■ Records for this exercise:
_ _ _ _ _ _ _

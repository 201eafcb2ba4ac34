"""File names that every system takes: one function for every name an exporter makes.

Names are joined as text, never as paths: a score called bwv6.6 stays bwv6.6.
"""

from __future__ import annotations

import unicodedata

from retune.adapters.filenames import FORBIDDEN, MAX_NAME_BYTES, is_reserved

_BYTES = (MAX_NAME_BYTES - len(" - .notes.json")) // 2
"""Room for one name in a file name that joins two, with an ending."""


def safe_name(text: str, fallback: str = "untitled") -> str:
    """A readable file name, without its ending, that every common system accepts.

    Letters of all scripts stay. Characters a system forbids become -, control and invisible
    ones go, as do blanks and dots at either end; reserved device names get an underscore.

    >>> safe_name("Kyrie: I/II?"), safe_name("bwv6.6"), safe_name("con"), safe_name("..")
    ('Kyrie- I-II-', 'bwv6.6', 'con_', 'untitled')
    """
    composed = unicodedata.normalize("NFC", text)
    shown = "".join(_shown(char) for char in composed)
    name = " ".join(FORBIDDEN.sub("-", shown).split()).strip(". ")
    while len(name.encode("utf-8")) > _BYTES:
        name = name[:-1].rstrip(". ")
    if not name:
        return fallback
    if is_reserved(name):
        stem, dot, ending = name.partition(".")
        return f"{stem}_{dot}{ending}"
    return name


def _shown(char: str) -> str:
    kind = unicodedata.category(char)
    if kind in ("Cs", "Co", "Cn"):
        return "-"
    if kind in ("Zs", "Zl", "Zp") or char in "\t\n\r\v\f":
        return " "
    return "" if kind in ("Cc", "Cf") else char
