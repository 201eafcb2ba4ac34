"""What the keys of each channel are told, and when: only what changes.

A message stands in the track of the part whose notes need it. Values are those of the planned
notes: how far a key is from itself, in parts of a semitone that the form of message sets.
"""

from __future__ import annotations

from collections import defaultdict
from collections.abc import Iterator, Mapping, Sequence
from dataclasses import dataclass, field

from retune.adapters.midi import Control, Event, Sysex
from retune.errors import OutputError
from retune.export.midi_channels import Lane
from retune.export.midi_plan import PlannedNote
from retune.export.mts_words import FRACTION, MOST_KEYS, bulk, octave, single_notes
from retune.score.model import Score

_RPN_MSB, _RPN_LSB, _DATA_MSB, _TUNING_PROGRAM = 101, 100, 6, 3
_MOST_TABLES = 128


@dataclass(frozen=True, slots=True)
class Told:
    """Events of a channel at a tick, in the track of a part."""

    part: int
    tick: int
    events: tuple[Event, ...]


def select(channel: int, program: int) -> tuple[Control, ...]:
    """RPN 3, tuning program select; then the null RPN."""
    return tuple(
        Control(channel, controller, value)
        for controller, value in (
            (_RPN_MSB, 0),
            (_RPN_LSB, _TUNING_PROGRAM),
            (_DATA_MSB, program),
            (_RPN_MSB, 127),
            (_RPN_LSB, 127),
        )
    )


def single_messages(lane: Lane) -> Iterator[Told]:
    """A change of single keys, real time, in the channel's own tuning program."""
    told: dict[int, int] = {}
    for tick, wanted in _wanted(lane):
        for part, keys in wanted.items():
            changes = {key: value for key, value in keys.items() if told.get(key, 0) != value}
            told |= changes
            words = [(key, key * FRACTION + value) for key, value in changes.items()]
            for first in range(0, len(words), MOST_KEYS):
                data = single_notes(lane.channel, dict(words[first : first + MOST_KEYS]))
                yield Told(part, tick, (Sysex(data),))


def octave_messages(lane: Lane) -> Iterator[Told]:
    """A scale/octave tuning of the channel, real time, where a note name changes.

    It goes into every track that needs it: of tracks, nothing says which one comes first.
    """
    told = [0] * 12
    for tick, wanted in _wanted(lane):
        before = list(told)
        for keys in wanted.values():
            for key, value in keys.items():
                told[key % 12] = value
        message = Sysex(octave(lane.channel, told))
        for part, keys in wanted.items():
            if any(before[key % 12] != value for key, value in keys.items()):
                yield Told(part, tick, (message,))


def _wanted(lane: Lane) -> Iterator[tuple[int, dict[int, dict[int, int]]]]:
    """At each tick, by part, the value of every key that is struck or moves there."""
    found: dict[int, dict[int, dict[int, int]]] = defaultdict(lambda: defaultdict(dict))
    for note in lane.notes:
        for tick, value in note.bends:
            found[tick][note.part][note.key] = value
    return iter(sorted(found.items()))


@dataclass(slots=True, eq=False)
class _Table:
    """A tuning program while keys are being put into it."""

    number: int
    keys: dict[int, int] = field(default_factory=dict)

    def takes(self, keys: Mapping[int, int]) -> bool:
        return all(self.keys.get(key, value) == value for key, value in keys.items())


@dataclass(frozen=True, slots=True)
class Tables:
    """Bulk dumps for the start of the piece, and where each channel takes which."""

    dumps: tuple[Sysex, ...]
    told: tuple[Told, ...]


def tables(score: Score, lanes: Sequence[Lane], ground: int) -> Tables:
    """As few tuning programs as hold every chord of every channel; a held note keeps the pitch
    that it began with. Keys that never sound stand at `ground`.

    Raises `OutputError` where 128 programs are too few, with bar and beat.
    """
    made: list[_Table] = []
    told: list[Told] = []
    for lane in lanes:
        current: _Table | None = None
        for tick, struck, keys in _chords(lane):
            if current is None or not current.takes(keys):
                current = next((table for table in made if table.takes(keys)), None)
                if current is None:
                    if len(made) == _MOST_TABLES:
                        raise _too_many(score, struck[0])
                    current = _Table(len(made))
                    made.append(current)
                for part in {note.part for note in struck}:
                    told.append(Told(part, tick, select(lane.channel, current.number)))
            current.keys.update(keys)
    dumps = tuple(
        Sysex(
            bulk(
                table.number,
                f"Chords {table.number + 1}",
                [key * FRACTION + table.keys.get(key, ground) for key in range(128)],
            )
        )
        for table in made
    )
    return Tables(dumps, tuple(told))


def _chords(lane: Lane) -> Iterator[tuple[int, list[PlannedNote], dict[int, int]]]:
    """At each tick where notes are struck: these, and the first value of all keys that sound."""
    by_tick: dict[int, list[PlannedNote]] = defaultdict(list)
    for note in lane.notes:
        by_tick[note.on].append(note)
    sounding: list[PlannedNote] = []
    for tick, struck in sorted(by_tick.items()):
        sounding = [*(note for note in sounding if note.off > tick), *struck]
        yield tick, struck, {note.key: note.bends[0][1] for note in sounding}


def _too_many(score: Score, note: PlannedNote) -> OutputError:
    return OutputError(
        f"the chords need more than the {_MOST_TABLES} tuning programs there are",
        score.place(score.notes[note.note].onset, note.part),
        "Leave out mts.form=bulk, or export fewer bars",
    )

_ _ _ _ _ _ _

■ Exercise prompt:
The material above should be given again in full, exactly.

■ Written answer:
repository 201eafcb2ba4ac34
"""File names that every system takes: one function for every name an exporter makes.

Names are joined as text, never as paths: a score called bwv6.6 stays bwv6.6.
"""

from __future__ import annotations

import unicodedata

from retune.adapters.filenames import FORBIDDEN, MAX_NAME_BYTES, is_reserved

_BYTES = (MAX_NAME_BYTES - len(" - .notes.json")) // 2
"""Room for one name in a file name that joins two, with an ending."""


def safe_name(text: str, fallback: str = "untitled") -> str:
    """A readable file name, without its ending, that every common system accepts.

    Letters of all scripts stay. Characters a system forbids become -, control and invisible
    ones go, as do blanks and dots at either end; reserved device names get an underscore.

    >>> safe_name("Kyrie: I/II?"), safe_name("bwv6.6"), safe_name("con"), safe_name("..")
    ('Kyrie- I-II-', 'bwv6.6', 'con_', 'untitled')
    """
    composed = unicodedata.normalize("NFC", text)
    shown = "".join(_shown(char) for char in composed)
    name = " ".join(FORBIDDEN.sub("-", shown).split()).strip(". ")
    while len(name.encode("utf-8")) > _BYTES:
        name = name[:-1].rstrip(". ")
    if not name:
        return fallback
    if is_reserved(name):
        stem, dot, ending = name.partition(".")
        return f"{stem}_{dot}{ending}"
    return name


def _shown(char: str) -> str:
    kind = unicodedata.category(char)
    if kind in ("Cs", "Co", "Cn"):
        return "-"
    if kind in ("Zs", "Zl", "Zp") or char in "\t\n\r\v\f":
        return " "
    return "" if kind in ("Cc", "Cf") else char
repository 201eafcb2ba4ac34
"""What the keys of each channel are told, and when: only what changes.

A message stands in the track of the part whose notes need it. Values are those of the planned
notes: how far a key is from itself, in parts of a semitone that the form of message sets.
"""

from __future__ import annotations

from collections import defaultdict
from collections.abc import Iterator, Mapping, Sequence
from dataclasses import dataclass, field

from retune.adapters.midi import Control, Event, Sysex
from retune.errors import OutputError
from retune.export.midi_channels import Lane
from retune.export.midi_plan import PlannedNote
from retune.export.mts_words import FRACTION, MOST_KEYS, bulk, octave, single_notes
from retune.score.model import Score

_RPN_MSB, _RPN_LSB, _DATA_MSB, _TUNING_PROGRAM = 101, 100, 6, 3
_MOST_TABLES = 128


@dataclass(frozen=True, slots=True)
class Told:
    """Events of a channel at a tick, in the track of a part."""

    part: int
    tick: int
    events: tuple[Event, ...]


def select(channel: int, program: int) -> tuple[Control, ...]:
    """RPN 3, tuning program select; then the null RPN."""
    return tuple(
        Control(channel, controller, value)
        for controller, value in (
            (_RPN_MSB, 0),
            (_RPN_LSB, _TUNING_PROGRAM),
            (_DATA_MSB, program),
            (_RPN_MSB, 127),
            (_RPN_LSB, 127),
        )
    )


def single_messages(lane: Lane) -> Iterator[Told]:
    """A change of single keys, real time, in the channel's own tuning program."""
    told: dict[int, int] = {}
    for tick, wanted in _wanted(lane):
        for part, keys in wanted.items():
            changes = {key: value for key, value in keys.items() if told.get(key, 0) != value}
            told |= changes
            words = [(key, key * FRACTION + value) for key, value in changes.items()]
            for first in range(0, len(words), MOST_KEYS):
                data = single_notes(lane.channel, dict(words[first : first + MOST_KEYS]))
                yield Told(part, tick, (Sysex(data),))


def octave_messages(lane: Lane) -> Iterator[Told]:
    """A scale/octave tuning of the channel, real time, where a note name changes.

    It goes into every track that needs it: of tracks, nothing says which one comes first.
    """
    told = [0] * 12
    for tick, wanted in _wanted(lane):
        before = list(told)
        for keys in wanted.values():
            for key, value in keys.items():
                told[key % 12] = value
        message = Sysex(octave(lane.channel, told))
        for part, keys in wanted.items():
            if any(before[key % 12] != value for key, value in keys.items()):
                yield Told(part, tick, (message,))


def _wanted(lane: Lane) -> Iterator[tuple[int, dict[int, dict[int, int]]]]:
    """At each tick, by part, the value of every key that is struck or moves there."""
    found: dict[int, dict[int, dict[int, int]]] = defaultdict(lambda: defaultdict(dict))
    for note in lane.notes:
        for tick, value in note.bends:
            found[tick][note.part][note.key] = value
    return iter(sorted(found.items()))


@dataclass(slots=True, eq=False)
class _Table:
    """A tuning program while keys are being put into it."""

    number: int
    keys: dict[int, int] = field(default_factory=dict)

    def takes(self, keys: Mapping[int, int]) -> bool:
        return all(self.keys.get(key, value) == value for key, value in keys.items())


@dataclass(frozen=True, slots=True)
class Tables:
    """Bulk dumps for the start of the piece, and where each channel takes which."""

    dumps: tuple[Sysex, ...]
    told: tuple[Told, ...]


def tables(score: Score, lanes: Sequence[Lane], ground: int) -> Tables:
    """As few tuning programs as hold every chord of every channel; a held note keeps the pitch
    that it began with. Keys that never sound stand at `ground`.

    Raises `OutputError` where 128 programs are too few, with bar and beat.
    """
    made: list[_Table] = []
    told: list[Told] = []
    for lane in lanes:
        current: _Table | None = None
        for tick, struck, keys in _chords(lane):
            if current is None or not current.takes(keys):
                current = next((table for table in made if table.takes(keys)), None)
                if current is None:
                    if len(made) == _MOST_TABLES:
                        raise _too_many(score, struck[0])
                    current = _Table(len(made))
                    made.append(current)
                for part in {note.part for note in struck}:
                    told.append(Told(part, tick, select(lane.channel, current.number)))
            current.keys.update(keys)
    dumps = tuple(
        Sysex(
            bulk(
                table.number,
                f"Chords {table.number + 1}",
                [key * FRACTION + table.keys.get(key, ground) for key in range(128)],
            )
        )
        for table in made
    )
    return Tables(dumps, tuple(told))


def _chords(lane: Lane) -> Iterator[tuple[int, list[PlannedNote], dict[int, int]]]:
    """At each tick where notes are struck: these, and the first value of all keys that sound."""
    by_tick: dict[int, list[PlannedNote]] = defaultdict(list)
    for note in lane.notes:
        by_tick[note.on].append(note)
    sounding: list[PlannedNote] = []
    for tick, struck in sorted(by_tick.items()):
        sounding = [*(note for note in sounding if note.off > tick), *struck]
        yield tick, struck, {note.key: note.bends[0][1] for note in sounding}


def _too_many(score: Score, note: PlannedNote) -> OutputError:
    return OutputError(
        f"the chords need more than the {_MOST_TABLES} tuning programs there are",
        score.place(score.notes[note.note].onset, note.part),
        "Leave out mts.form=bulk, or export fewer bars",
    )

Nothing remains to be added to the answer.